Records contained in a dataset
_ _ _ _ _

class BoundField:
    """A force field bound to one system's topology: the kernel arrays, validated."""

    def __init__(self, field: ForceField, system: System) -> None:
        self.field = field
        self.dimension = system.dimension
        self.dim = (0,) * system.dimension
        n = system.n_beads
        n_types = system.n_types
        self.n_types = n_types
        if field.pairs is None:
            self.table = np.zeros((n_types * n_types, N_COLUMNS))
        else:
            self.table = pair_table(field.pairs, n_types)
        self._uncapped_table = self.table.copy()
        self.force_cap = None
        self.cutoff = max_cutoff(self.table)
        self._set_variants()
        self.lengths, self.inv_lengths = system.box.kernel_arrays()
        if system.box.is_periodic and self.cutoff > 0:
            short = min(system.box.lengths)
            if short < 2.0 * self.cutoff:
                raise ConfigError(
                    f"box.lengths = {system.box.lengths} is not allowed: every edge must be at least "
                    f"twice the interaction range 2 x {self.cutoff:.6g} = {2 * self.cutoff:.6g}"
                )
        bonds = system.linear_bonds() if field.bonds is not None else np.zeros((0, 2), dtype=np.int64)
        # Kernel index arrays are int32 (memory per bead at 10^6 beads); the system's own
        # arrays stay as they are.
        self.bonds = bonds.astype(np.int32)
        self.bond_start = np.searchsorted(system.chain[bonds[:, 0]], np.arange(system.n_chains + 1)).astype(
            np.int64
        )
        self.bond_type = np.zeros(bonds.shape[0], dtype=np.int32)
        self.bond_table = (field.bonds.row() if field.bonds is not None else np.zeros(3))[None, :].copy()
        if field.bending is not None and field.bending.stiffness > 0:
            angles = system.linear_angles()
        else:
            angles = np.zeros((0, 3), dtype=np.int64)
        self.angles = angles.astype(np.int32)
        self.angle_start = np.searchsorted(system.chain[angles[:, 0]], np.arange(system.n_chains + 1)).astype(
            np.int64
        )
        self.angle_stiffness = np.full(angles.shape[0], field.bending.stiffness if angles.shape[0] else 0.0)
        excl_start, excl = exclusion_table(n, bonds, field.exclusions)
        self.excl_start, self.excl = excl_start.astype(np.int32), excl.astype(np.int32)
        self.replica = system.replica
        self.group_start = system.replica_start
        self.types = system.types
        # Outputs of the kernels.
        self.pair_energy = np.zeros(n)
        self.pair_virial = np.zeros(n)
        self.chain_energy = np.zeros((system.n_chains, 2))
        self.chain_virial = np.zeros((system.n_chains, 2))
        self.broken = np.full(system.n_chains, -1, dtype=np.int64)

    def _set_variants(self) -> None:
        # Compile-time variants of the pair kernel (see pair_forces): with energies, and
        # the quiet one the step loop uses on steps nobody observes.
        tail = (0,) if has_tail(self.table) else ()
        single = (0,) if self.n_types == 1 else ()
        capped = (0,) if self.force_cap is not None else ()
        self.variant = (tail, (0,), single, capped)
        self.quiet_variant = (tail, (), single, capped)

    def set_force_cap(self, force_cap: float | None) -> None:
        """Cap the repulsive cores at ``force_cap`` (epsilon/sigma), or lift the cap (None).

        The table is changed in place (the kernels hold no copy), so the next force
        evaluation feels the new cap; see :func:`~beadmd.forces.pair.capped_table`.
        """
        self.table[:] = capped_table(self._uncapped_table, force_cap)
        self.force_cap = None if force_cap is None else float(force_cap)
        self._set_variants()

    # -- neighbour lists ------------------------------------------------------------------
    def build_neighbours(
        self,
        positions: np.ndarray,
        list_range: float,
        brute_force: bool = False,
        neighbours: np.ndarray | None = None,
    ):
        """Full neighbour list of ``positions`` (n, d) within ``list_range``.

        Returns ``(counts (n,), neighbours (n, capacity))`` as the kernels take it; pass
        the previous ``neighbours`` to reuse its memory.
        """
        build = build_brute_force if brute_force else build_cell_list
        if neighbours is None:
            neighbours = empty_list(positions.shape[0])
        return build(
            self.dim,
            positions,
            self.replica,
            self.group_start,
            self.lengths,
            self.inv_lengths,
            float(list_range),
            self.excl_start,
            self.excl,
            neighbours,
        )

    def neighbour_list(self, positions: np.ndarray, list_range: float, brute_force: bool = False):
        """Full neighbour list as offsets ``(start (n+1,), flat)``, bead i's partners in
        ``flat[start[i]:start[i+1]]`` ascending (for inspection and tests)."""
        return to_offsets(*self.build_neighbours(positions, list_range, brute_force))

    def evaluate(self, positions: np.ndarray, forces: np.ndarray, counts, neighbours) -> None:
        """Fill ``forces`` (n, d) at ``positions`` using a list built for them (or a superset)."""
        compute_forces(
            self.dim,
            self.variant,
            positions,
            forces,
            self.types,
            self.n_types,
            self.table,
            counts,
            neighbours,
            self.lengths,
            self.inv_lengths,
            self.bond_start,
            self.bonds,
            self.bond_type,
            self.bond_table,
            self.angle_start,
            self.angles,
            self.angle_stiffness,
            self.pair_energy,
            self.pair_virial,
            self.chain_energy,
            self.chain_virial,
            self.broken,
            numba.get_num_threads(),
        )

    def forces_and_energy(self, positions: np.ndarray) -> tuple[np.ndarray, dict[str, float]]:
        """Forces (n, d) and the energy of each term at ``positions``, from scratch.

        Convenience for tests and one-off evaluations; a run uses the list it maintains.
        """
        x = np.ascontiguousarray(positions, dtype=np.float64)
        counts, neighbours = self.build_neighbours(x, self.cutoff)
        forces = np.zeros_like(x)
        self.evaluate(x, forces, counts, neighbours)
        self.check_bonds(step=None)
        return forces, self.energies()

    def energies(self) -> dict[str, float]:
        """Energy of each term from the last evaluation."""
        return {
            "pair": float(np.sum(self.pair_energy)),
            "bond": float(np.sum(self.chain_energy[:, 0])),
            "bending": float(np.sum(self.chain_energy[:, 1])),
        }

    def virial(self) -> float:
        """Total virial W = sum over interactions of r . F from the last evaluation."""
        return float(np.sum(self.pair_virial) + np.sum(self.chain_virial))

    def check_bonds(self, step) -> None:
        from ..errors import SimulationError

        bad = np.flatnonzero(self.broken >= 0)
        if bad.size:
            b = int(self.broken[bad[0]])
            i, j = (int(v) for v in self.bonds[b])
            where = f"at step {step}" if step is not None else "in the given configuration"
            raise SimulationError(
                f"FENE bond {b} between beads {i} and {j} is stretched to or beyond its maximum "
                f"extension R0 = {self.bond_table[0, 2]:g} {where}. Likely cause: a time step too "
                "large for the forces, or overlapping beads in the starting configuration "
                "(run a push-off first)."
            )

_ _ _ _ _

• [WORK ITEM]
Could you output every record above exactly as written?

• [ANSWER TO THE PROBLEM]
class BoundField:
    """A force field bound to one system's topology: the kernel arrays, validated."""

    def __init__(self, field: ForceField, system: System) -> None:
        self.field = field
        self.dimension = system.dimension
        self.dim = (0,) * system.dimension
        n = system.n_beads
        n_types = system.n_types
        self.n_types = n_types
        if field.pairs is None:
            self.table = np.zeros((n_types * n_types, N_COLUMNS))
        else:
            self.table = pair_table(field.pairs, n_types)
        self._uncapped_table = self.table.copy()
        self.force_cap = None
        self.cutoff = max_cutoff(self.table)
        self._set_variants()
        self.lengths, self.inv_lengths = system.box.kernel_arrays()
        if system.box.is_periodic and self.cutoff > 0:
            short = min(system.box.lengths)
            if short < 2.0 * self.cutoff:
                raise ConfigError(
                    f"box.lengths = {system.box.lengths} is not allowed: every edge must be at least "
                    f"twice the interaction range 2 x {self.cutoff:.6g} = {2 * self.cutoff:.6g}"
                )
        bonds = system.linear_bonds() if field.bonds is not None else np.zeros((0, 2), dtype=np.int64)
        # Kernel index arrays are int32 (memory per bead at 10^6 beads); the system's own
        # arrays stay as they are.
        self.bonds = bonds.astype(np.int32)
        self.bond_start = np.searchsorted(system.chain[bonds[:, 0]], np.arange(system.n_chains + 1)).astype(
            np.int64
        )
        self.bond_type = np.zeros(bonds.shape[0], dtype=np.int32)
        self.bond_table = (field.bonds.row() if field.bonds is not None else np.zeros(3))[None, :].copy()
        if field.bending is not None and field.bending.stiffness > 0:
            angles = system.linear_angles()
        else:
            angles = np.zeros((0, 3), dtype=np.int64)
        self.angles = angles.astype(np.int32)
        self.angle_start = np.searchsorted(system.chain[angles[:, 0]], np.arange(system.n_chains + 1)).astype(
            np.int64
        )
        self.angle_stiffness = np.full(angles.shape[0], field.bending.stiffness if angles.shape[0] else 0.0)
        excl_start, excl = exclusion_table(n, bonds, field.exclusions)
        self.excl_start, self.excl = excl_start.astype(np.int32), excl.astype(np.int32)
        self.replica = system.replica
        self.group_start = system.replica_start
        self.types = system.types
        # Outputs of the kernels.
        self.pair_energy = np.zeros(n)
        self.pair_virial = np.zeros(n)
        self.chain_energy = np.zeros((system.n_chains, 2))
        self.chain_virial = np.zeros((system.n_chains, 2))
        self.broken = np.full(system.n_chains, -1, dtype=np.int64)

    def _set_variants(self) -> None:
        # Compile-time variants of the pair kernel (see pair_forces): with energies, and
        # the quiet one the step loop uses on steps nobody observes.
        tail = (0,) if has_tail(self.table) else ()
        single = (0,) if self.n_types == 1 else ()
        capped = (0,) if self.force_cap is not None else ()
        self.variant = (tail, (0,), single, capped)
        self.quiet_variant = (tail, (), single, capped)

    def set_force_cap(self, force_cap: float | None) -> None:
        """Cap the repulsive cores at ``force_cap`` (epsilon/sigma), or lift the cap (None).

        The table is changed in place (the kernels hold no copy), so the next force
        evaluation feels the new cap; see :func:`~beadmd.forces.pair.capped_table`.
        """
        self.table[:] = capped_table(self._uncapped_table, force_cap)
        self.force_cap = None if force_cap is None else float(force_cap)
        self._set_variants()

    # -- neighbour lists ------------------------------------------------------------------
    def build_neighbours(
        self,
        positions: np.ndarray,
        list_range: float,
        brute_force: bool = False,
        neighbours: np.ndarray | None = None,
    ):
        """Full neighbour list of ``positions`` (n, d) within ``list_range``.

        Returns ``(counts (n,), neighbours (n, capacity))`` as the kernels take it; pass
        the previous ``neighbours`` to reuse its memory.
        """
        build = build_brute_force if brute_force else build_cell_list
        if neighbours is None:
            neighbours = empty_list(positions.shape[0])
        return build(
            self.dim,
            positions,
            self.replica,
            self.group_start,
            self.lengths,
            self.inv_lengths,
            float(list_range),
            self.excl_start,
            self.excl,
            neighbours,
        )

    def neighbour_list(self, positions: np.ndarray, list_range: float, brute_force: bool = False):
        """Full neighbour list as offsets ``(start (n+1,), flat)``, bead i's partners in
        ``flat[start[i]:start[i+1]]`` ascending (for inspection and tests)."""
        return to_offsets(*self.build_neighbours(positions, list_range, brute_force))

    def evaluate(self, positions: np.ndarray, forces: np.ndarray, counts, neighbours) -> None:
        """Fill ``forces`` (n, d) at ``positions`` using a list built for them (or a superset)."""
        compute_forces(
            self.dim,
            self.variant,
            positions,
            forces,
            self.types,
            self.n_types,
            self.table,
            counts,
            neighbours,
            self.lengths,
            self.inv_lengths,
            self.bond_start,
            self.bonds,
            self.bond_type,
            self.bond_table,
            self.angle_start,
            self.angles,
            self.angle_stiffness,
            self.pair_energy,
            self.pair_virial,
            self.chain_energy,
            self.chain_virial,
            self.broken,
            numba.get_num_threads(),
        )

    def forces_and_energy(self, positions: np.ndarray) -> tuple[np.ndarray, dict[str, float]]:
        """Forces (n, d) and the energy of each term at ``positions``, from scratch.

        Convenience for tests and one-off evaluations; a run uses the list it maintains.
        """
        x = np.ascontiguousarray(positions, dtype=np.float64)
        counts, neighbours = self.build_neighbours(x, self.cutoff)
        forces = np.zeros_like(x)
        self.evaluate(x, forces, counts, neighbours)
        self.check_bonds(step=None)
        return forces, self.energies()

    def energies(self) -> dict[str, float]:
        """Energy of each term from the last evaluation."""
        return {
            "pair": float(np.sum(self.pair_energy)),
            "bond": float(np.sum(self.chain_energy[:, 0])),
            "bending": float(np.sum(self.chain_energy[:, 1])),
        }

    def virial(self) -> float:
        """Total virial W = sum over interactions of r . F from the last evaluation."""
        return float(np.sum(self.pair_virial) + np.sum(self.chain_virial))

    def check_bonds(self, step) -> None:
        from ..errors import SimulationError

        bad = np.flatnonzero(self.broken >= 0)
        if bad.size:
            b = int(self.broken[bad[0]])
            i, j = (int(v) for v in self.bonds[b])
            where = f"at step {step}" if step is not None else "in the given configuration"
            raise SimulationError(
                f"FENE bond {b} between beads {i} and {j} is stretched to or beyond its maximum "
                f"extension R0 = {self.bond_table[0, 2]:g} {where}. Likely cause: a time step too "
                "large for the forces, or overlapping beads in the starting configuration "
                "(run a push-off first)."
            )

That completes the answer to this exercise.